> [Your assignment]
Below are some records. Print exactly the lines between the one holding "beta's undefined note" and the one holding "same held-out folds", inclusive, and nothing else.

++++

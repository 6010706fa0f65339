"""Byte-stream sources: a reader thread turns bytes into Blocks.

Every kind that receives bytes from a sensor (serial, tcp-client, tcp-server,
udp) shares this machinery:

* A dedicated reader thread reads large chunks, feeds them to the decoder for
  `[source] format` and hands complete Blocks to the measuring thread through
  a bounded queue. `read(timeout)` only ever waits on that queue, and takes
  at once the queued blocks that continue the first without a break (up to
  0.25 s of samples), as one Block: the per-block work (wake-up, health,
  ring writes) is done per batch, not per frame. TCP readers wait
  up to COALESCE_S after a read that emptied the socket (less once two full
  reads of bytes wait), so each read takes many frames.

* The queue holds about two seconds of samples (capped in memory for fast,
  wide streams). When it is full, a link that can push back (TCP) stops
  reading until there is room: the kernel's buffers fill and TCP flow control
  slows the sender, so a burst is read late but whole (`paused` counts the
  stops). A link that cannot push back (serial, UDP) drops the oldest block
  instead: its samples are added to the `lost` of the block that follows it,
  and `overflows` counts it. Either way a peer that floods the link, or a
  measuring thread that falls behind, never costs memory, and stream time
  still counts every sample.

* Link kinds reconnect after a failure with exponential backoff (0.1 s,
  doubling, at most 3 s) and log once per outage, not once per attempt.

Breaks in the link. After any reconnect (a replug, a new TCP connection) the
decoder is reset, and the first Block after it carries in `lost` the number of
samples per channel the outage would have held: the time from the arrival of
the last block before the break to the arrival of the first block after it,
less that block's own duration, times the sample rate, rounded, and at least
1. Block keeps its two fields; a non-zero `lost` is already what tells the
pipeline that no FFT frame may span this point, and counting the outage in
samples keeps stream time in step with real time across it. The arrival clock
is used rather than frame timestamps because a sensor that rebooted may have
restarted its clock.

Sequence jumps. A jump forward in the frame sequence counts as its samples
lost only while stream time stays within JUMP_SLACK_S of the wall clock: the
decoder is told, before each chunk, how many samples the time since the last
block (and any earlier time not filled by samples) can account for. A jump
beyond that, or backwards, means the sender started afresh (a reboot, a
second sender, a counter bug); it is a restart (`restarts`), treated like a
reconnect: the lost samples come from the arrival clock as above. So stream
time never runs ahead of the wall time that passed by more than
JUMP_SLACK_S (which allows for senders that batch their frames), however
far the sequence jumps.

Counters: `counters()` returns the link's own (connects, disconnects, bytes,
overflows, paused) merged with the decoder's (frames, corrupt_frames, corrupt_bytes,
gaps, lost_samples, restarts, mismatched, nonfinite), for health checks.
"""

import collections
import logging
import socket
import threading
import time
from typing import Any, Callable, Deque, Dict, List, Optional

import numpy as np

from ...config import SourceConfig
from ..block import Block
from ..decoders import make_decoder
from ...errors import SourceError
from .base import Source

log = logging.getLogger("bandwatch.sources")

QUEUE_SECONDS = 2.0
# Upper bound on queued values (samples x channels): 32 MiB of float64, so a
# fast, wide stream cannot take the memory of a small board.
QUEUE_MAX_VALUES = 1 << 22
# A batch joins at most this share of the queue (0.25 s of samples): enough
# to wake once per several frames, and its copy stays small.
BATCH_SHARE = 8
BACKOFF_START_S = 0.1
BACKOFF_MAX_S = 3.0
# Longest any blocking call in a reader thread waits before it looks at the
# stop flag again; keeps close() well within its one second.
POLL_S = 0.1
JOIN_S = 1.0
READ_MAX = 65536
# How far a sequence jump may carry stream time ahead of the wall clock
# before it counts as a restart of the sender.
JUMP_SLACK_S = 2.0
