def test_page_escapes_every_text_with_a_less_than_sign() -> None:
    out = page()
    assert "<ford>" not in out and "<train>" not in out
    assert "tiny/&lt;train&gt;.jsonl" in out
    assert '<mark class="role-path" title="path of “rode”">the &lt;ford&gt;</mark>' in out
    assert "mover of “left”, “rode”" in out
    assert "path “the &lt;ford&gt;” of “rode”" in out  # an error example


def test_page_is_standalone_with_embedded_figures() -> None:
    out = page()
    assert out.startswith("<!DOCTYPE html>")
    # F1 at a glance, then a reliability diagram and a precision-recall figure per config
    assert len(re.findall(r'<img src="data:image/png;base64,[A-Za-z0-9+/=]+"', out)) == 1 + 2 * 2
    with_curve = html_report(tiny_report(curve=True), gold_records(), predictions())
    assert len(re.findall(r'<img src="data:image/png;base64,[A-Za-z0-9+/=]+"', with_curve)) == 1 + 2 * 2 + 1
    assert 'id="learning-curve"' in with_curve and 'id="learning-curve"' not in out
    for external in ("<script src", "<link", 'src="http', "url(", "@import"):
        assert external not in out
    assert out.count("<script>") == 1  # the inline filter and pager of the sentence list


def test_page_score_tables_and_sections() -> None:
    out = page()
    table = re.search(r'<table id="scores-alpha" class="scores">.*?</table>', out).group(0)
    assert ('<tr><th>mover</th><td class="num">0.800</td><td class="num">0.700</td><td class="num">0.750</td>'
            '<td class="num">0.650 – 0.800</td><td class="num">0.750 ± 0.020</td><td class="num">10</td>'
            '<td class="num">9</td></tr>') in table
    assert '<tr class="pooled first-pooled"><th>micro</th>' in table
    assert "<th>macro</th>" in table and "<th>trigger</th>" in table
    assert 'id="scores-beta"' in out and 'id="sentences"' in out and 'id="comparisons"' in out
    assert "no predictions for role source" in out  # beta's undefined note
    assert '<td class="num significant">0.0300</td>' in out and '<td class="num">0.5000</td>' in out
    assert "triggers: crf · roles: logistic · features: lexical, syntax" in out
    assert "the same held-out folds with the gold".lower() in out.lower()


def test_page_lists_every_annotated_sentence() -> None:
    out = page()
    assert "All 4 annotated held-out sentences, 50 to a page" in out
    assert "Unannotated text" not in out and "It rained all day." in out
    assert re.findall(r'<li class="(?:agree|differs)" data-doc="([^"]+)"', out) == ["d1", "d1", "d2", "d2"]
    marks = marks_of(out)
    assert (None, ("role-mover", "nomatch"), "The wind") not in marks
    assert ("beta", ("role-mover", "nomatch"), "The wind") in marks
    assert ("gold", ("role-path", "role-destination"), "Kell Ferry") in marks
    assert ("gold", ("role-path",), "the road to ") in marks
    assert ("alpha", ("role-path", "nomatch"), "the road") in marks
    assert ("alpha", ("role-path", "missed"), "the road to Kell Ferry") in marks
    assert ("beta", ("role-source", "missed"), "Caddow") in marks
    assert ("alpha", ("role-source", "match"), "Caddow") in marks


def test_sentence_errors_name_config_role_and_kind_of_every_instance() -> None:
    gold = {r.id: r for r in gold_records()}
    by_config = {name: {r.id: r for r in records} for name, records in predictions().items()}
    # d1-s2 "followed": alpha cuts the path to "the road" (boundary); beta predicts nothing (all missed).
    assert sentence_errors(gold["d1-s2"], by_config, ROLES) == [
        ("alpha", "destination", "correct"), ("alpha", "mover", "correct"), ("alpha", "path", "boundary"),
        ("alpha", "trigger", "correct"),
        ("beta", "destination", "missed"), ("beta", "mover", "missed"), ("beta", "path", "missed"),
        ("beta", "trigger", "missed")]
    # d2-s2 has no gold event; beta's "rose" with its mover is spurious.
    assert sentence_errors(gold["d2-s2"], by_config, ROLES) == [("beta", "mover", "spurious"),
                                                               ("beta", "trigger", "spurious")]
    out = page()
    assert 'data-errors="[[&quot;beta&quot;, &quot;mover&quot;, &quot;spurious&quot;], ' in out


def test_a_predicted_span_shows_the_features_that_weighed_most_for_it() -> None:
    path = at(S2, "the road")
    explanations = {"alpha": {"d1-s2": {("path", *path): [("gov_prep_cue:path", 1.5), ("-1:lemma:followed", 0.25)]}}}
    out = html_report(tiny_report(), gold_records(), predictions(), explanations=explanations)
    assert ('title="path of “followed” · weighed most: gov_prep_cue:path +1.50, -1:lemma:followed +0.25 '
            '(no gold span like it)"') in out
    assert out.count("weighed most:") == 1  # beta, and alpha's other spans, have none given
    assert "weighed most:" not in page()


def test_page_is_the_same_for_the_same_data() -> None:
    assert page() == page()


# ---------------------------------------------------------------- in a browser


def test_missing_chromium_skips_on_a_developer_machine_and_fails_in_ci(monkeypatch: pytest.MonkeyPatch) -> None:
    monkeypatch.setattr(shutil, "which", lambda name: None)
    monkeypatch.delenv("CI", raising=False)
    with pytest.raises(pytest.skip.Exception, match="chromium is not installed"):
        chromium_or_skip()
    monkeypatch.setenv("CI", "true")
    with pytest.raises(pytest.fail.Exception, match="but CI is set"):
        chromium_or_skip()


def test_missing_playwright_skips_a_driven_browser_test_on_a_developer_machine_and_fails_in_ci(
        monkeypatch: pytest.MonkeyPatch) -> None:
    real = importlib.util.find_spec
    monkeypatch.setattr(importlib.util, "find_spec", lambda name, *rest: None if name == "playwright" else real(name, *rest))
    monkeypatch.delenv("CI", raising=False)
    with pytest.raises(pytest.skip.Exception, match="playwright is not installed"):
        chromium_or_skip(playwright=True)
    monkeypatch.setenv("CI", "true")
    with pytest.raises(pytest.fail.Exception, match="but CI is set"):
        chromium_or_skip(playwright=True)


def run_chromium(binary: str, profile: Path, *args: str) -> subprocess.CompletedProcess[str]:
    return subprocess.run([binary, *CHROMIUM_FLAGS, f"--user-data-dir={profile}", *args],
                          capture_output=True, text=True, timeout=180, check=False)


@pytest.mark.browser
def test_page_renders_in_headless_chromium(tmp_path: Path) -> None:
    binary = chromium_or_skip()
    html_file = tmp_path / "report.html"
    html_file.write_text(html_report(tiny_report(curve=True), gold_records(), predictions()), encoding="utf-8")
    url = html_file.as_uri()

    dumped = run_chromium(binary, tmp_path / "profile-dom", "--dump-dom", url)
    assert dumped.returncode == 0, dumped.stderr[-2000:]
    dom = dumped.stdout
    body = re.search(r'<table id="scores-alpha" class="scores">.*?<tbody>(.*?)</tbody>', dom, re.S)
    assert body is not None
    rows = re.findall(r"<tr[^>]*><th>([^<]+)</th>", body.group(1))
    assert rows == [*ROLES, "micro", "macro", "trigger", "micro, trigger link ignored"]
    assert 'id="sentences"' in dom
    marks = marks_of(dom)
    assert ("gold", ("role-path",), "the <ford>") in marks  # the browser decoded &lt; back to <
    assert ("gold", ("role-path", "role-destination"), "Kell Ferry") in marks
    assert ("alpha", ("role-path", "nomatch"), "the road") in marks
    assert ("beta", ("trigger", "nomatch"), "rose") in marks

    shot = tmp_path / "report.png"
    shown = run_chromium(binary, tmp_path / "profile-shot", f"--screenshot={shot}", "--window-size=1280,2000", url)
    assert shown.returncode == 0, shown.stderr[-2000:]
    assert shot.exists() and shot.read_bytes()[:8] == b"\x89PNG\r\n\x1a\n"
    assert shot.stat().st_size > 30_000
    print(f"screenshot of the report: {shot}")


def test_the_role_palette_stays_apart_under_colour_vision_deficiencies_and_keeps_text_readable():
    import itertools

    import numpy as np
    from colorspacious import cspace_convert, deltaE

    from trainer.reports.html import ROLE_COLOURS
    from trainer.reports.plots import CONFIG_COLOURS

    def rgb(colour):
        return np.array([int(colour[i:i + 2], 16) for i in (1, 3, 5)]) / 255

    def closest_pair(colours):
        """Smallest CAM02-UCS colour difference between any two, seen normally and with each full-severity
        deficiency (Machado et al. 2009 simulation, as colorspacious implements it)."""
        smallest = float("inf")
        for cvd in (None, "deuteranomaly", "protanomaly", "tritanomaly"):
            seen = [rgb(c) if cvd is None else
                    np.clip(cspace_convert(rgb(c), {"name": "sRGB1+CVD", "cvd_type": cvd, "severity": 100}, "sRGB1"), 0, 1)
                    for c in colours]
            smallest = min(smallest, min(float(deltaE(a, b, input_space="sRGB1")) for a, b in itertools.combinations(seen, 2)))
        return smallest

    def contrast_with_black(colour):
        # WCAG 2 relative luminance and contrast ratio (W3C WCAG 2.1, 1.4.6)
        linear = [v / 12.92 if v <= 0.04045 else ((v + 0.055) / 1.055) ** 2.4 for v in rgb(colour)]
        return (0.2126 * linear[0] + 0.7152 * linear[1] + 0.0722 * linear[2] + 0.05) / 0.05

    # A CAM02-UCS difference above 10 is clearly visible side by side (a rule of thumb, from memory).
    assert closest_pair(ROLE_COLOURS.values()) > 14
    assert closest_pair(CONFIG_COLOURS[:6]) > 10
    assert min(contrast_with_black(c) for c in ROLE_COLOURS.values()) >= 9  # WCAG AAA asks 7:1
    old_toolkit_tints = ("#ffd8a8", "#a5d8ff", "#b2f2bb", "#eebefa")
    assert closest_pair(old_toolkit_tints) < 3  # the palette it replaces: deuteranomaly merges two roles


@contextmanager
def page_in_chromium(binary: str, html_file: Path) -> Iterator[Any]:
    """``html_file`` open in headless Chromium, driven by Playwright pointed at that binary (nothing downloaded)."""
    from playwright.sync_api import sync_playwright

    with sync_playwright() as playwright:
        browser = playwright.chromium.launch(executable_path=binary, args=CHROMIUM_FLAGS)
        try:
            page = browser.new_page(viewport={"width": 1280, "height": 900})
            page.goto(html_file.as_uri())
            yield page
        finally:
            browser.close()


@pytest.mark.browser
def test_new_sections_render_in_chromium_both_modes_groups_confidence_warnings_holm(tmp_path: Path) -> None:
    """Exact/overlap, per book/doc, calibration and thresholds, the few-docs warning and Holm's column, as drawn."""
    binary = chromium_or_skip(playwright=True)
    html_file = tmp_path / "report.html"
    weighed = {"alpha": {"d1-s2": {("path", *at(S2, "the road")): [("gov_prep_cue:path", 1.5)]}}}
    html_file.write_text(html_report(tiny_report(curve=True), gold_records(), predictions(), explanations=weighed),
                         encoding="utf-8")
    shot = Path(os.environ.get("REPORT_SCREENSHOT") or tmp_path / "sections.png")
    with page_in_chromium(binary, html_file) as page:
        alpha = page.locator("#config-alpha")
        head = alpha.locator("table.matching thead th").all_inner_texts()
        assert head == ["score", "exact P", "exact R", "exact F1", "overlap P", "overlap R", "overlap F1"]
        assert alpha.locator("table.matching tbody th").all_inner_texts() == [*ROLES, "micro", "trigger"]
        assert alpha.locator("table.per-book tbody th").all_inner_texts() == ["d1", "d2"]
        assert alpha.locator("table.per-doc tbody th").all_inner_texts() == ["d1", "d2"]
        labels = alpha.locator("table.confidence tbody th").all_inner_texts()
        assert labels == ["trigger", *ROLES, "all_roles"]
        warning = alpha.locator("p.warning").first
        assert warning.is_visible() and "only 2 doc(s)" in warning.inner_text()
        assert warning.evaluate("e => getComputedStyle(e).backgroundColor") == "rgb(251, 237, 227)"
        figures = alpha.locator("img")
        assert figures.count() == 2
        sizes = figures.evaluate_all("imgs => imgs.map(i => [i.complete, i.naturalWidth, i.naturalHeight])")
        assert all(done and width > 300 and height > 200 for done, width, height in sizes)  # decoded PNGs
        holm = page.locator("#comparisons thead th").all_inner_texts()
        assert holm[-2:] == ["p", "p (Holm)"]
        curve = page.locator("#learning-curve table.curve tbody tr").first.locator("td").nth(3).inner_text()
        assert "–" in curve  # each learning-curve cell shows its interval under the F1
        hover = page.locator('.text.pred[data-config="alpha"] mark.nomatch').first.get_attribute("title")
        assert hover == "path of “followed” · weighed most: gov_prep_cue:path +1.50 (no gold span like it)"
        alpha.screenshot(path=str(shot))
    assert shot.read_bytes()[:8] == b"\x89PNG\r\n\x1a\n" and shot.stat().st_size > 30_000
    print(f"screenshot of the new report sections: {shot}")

++++

> [Your solution]
    assert "no predictions for role source" in out  # beta's undefined note
    assert '<td class="num significant">0.0300</td>' in out and '<td class="num">0.5000</td>' in out
    assert "triggers: crf · roles: logistic · features: lexical, syntax" in out
    assert "the same held-out folds with the gold".lower() in out.lower()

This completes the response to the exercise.